**WHAT YOU ARE ASKED TO DO**. Every line in the records below that holds the word "StatsInputError" is to be copied.

**Saved entries**.
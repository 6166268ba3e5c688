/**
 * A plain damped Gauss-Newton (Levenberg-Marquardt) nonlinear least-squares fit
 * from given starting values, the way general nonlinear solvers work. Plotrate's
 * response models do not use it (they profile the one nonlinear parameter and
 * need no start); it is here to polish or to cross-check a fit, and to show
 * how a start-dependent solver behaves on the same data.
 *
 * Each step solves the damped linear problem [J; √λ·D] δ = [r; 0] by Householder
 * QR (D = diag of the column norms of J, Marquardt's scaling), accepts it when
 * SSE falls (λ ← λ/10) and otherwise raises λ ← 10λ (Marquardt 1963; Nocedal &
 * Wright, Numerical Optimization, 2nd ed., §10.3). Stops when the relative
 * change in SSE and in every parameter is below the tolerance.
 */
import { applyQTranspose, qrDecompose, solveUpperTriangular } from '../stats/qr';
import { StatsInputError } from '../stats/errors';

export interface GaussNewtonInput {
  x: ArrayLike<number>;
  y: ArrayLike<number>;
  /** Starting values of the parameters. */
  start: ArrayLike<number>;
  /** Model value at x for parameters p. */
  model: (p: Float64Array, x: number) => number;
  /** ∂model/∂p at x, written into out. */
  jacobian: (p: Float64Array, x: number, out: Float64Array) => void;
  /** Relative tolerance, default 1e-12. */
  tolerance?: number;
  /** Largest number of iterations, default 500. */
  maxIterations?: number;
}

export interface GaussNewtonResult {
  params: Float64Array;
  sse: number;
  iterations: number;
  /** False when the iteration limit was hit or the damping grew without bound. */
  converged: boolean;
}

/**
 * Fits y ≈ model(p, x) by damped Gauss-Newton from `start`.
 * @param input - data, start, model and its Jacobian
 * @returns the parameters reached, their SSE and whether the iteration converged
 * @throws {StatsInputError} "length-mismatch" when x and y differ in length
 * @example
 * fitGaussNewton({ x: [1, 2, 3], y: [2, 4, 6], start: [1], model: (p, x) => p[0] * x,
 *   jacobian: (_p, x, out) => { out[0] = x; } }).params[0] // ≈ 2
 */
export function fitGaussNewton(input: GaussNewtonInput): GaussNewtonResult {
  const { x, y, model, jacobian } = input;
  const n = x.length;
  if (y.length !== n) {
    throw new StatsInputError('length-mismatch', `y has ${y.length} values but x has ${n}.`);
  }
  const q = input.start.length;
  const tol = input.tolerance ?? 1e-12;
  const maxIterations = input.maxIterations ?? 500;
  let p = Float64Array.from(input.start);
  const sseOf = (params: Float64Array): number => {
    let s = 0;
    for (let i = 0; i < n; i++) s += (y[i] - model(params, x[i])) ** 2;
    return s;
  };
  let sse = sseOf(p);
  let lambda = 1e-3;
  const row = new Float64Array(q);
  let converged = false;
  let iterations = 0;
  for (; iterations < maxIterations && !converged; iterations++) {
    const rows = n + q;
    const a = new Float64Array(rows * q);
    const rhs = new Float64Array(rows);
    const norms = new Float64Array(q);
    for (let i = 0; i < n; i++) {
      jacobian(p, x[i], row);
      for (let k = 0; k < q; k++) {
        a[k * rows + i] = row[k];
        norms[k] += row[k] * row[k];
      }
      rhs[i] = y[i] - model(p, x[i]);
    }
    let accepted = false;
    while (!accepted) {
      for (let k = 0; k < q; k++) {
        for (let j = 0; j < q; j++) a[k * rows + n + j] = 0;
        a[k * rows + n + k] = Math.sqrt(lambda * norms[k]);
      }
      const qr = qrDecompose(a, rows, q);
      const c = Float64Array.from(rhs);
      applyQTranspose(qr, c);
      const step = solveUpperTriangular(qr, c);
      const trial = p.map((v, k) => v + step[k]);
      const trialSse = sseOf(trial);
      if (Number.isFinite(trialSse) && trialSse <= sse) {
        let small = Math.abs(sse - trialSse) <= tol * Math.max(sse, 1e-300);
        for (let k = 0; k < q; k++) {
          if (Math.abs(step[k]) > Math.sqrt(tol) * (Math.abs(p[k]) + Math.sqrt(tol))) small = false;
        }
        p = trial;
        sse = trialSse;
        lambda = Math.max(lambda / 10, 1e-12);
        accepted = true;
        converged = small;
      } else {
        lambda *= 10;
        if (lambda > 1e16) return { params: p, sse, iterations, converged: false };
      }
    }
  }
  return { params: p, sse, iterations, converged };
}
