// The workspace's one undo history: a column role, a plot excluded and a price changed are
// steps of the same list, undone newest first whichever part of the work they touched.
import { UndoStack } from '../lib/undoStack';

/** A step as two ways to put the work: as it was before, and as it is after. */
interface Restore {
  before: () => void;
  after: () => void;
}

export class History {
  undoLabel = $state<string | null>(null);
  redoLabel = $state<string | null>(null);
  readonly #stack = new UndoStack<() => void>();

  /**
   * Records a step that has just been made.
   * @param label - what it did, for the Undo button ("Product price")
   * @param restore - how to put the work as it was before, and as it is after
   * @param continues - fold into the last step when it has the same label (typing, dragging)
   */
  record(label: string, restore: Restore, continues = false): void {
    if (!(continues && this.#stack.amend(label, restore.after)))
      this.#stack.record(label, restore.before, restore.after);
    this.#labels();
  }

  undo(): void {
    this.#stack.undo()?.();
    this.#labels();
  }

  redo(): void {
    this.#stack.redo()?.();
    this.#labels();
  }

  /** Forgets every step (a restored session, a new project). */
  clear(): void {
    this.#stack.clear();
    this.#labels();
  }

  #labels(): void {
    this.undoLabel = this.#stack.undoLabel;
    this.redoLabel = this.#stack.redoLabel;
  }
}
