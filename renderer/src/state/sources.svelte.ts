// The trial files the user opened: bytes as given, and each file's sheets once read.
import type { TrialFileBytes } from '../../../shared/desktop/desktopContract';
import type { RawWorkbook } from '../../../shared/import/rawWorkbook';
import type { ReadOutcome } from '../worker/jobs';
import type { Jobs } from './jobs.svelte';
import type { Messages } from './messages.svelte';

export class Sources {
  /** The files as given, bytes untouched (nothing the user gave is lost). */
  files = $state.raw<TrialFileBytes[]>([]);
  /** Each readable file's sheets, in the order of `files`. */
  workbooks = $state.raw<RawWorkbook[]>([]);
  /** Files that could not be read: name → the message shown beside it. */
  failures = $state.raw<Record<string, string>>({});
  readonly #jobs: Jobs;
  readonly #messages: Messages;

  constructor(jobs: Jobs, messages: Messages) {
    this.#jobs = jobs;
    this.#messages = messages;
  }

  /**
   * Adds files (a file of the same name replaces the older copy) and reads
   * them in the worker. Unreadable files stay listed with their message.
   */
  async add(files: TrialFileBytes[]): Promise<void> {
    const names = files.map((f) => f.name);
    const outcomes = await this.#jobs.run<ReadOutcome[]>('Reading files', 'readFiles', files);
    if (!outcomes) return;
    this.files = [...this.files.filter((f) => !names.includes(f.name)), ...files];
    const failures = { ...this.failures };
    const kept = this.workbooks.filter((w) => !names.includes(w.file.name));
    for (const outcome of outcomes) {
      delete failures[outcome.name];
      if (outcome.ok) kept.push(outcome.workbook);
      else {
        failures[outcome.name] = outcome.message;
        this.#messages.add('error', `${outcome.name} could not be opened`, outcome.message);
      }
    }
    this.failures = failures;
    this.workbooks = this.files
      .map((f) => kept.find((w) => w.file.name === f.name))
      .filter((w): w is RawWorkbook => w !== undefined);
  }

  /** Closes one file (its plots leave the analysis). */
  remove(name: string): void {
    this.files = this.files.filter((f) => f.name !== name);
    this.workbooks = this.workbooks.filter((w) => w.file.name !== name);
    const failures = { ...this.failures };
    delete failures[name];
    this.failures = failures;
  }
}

==

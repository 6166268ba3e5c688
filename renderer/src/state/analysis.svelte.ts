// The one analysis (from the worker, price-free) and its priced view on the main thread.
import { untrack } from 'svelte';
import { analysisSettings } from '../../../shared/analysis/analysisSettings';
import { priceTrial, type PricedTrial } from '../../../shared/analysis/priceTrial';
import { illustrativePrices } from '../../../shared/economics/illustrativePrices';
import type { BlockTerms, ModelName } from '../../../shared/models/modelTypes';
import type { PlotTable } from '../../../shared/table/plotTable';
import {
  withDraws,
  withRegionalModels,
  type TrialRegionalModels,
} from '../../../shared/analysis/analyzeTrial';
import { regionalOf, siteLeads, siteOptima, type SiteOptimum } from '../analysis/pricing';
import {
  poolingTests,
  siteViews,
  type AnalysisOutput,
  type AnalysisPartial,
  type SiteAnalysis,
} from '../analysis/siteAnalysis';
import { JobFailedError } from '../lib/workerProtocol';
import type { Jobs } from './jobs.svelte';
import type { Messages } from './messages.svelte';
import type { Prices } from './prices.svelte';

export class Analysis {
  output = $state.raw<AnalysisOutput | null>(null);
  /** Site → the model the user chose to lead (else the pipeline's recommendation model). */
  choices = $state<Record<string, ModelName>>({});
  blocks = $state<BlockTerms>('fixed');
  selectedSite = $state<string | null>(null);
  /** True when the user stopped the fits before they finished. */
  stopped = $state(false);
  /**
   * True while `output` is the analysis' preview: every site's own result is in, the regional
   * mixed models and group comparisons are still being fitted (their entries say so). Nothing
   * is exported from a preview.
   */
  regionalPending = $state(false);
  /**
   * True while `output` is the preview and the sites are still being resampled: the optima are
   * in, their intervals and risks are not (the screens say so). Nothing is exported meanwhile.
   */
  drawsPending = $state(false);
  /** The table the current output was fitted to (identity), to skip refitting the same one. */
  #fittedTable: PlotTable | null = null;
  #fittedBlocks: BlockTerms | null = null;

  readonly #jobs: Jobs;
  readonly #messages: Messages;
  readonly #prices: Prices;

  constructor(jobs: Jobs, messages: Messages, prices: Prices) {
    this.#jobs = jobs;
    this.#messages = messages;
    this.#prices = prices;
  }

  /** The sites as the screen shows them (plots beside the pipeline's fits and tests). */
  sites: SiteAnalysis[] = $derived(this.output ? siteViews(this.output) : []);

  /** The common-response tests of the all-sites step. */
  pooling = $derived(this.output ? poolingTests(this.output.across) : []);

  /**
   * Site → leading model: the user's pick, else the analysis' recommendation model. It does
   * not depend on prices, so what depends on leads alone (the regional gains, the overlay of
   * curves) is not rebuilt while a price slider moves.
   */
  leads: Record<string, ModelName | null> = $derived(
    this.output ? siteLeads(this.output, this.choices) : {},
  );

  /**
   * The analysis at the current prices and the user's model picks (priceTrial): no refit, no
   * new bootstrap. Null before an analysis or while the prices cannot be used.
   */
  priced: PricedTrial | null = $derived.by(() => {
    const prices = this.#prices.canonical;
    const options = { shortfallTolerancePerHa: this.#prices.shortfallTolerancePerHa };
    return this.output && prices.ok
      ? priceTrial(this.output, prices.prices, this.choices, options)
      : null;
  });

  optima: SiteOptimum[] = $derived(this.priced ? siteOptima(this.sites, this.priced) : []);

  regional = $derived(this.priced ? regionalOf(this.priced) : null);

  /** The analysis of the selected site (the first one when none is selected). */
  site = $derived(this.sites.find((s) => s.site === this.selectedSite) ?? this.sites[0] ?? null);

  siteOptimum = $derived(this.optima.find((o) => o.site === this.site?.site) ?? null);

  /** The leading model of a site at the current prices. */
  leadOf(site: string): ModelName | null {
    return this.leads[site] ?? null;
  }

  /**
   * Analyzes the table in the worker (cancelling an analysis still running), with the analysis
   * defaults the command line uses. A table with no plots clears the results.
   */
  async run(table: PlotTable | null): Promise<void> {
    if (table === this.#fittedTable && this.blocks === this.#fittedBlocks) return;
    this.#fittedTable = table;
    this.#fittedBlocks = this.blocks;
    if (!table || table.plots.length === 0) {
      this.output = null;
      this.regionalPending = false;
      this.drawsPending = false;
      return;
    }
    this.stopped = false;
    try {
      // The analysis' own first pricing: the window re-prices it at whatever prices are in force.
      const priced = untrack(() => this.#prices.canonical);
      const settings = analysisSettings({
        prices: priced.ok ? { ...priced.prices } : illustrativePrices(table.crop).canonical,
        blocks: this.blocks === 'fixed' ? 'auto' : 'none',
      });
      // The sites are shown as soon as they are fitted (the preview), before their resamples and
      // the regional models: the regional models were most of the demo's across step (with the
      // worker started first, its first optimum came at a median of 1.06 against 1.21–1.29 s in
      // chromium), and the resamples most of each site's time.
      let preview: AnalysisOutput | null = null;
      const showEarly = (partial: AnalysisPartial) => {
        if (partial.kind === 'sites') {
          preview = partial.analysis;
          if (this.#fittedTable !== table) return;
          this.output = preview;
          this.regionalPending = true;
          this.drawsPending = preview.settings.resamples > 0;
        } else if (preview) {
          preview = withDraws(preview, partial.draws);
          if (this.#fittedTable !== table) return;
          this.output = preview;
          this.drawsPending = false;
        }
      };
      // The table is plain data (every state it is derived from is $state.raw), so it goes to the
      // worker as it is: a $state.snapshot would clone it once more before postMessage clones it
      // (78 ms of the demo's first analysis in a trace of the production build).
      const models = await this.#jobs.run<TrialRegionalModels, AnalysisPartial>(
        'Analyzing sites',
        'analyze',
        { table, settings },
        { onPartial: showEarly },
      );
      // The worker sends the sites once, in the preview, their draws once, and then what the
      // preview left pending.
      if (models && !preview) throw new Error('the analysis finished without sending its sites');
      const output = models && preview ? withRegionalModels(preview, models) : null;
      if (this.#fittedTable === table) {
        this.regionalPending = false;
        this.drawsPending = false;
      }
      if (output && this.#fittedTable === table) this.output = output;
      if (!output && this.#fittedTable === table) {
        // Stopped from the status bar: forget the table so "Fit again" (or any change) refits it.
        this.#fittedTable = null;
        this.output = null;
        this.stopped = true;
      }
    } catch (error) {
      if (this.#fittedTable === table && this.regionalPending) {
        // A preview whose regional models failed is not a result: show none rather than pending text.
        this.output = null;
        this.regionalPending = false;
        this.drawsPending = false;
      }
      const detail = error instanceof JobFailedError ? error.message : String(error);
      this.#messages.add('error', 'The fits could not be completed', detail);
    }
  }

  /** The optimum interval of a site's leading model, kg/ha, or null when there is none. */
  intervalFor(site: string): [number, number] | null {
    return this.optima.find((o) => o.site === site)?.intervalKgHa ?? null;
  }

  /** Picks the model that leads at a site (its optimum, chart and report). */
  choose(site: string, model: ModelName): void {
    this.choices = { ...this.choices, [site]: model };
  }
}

**RESPONSE BOX**.
import { StatsInputError } from '../stats/errors';
 * @throws {StatsInputError} "length-mismatch" when x and y differ in length
    throw new StatsInputError('length-mismatch', `y has ${y.length} values but x has ${n}.`);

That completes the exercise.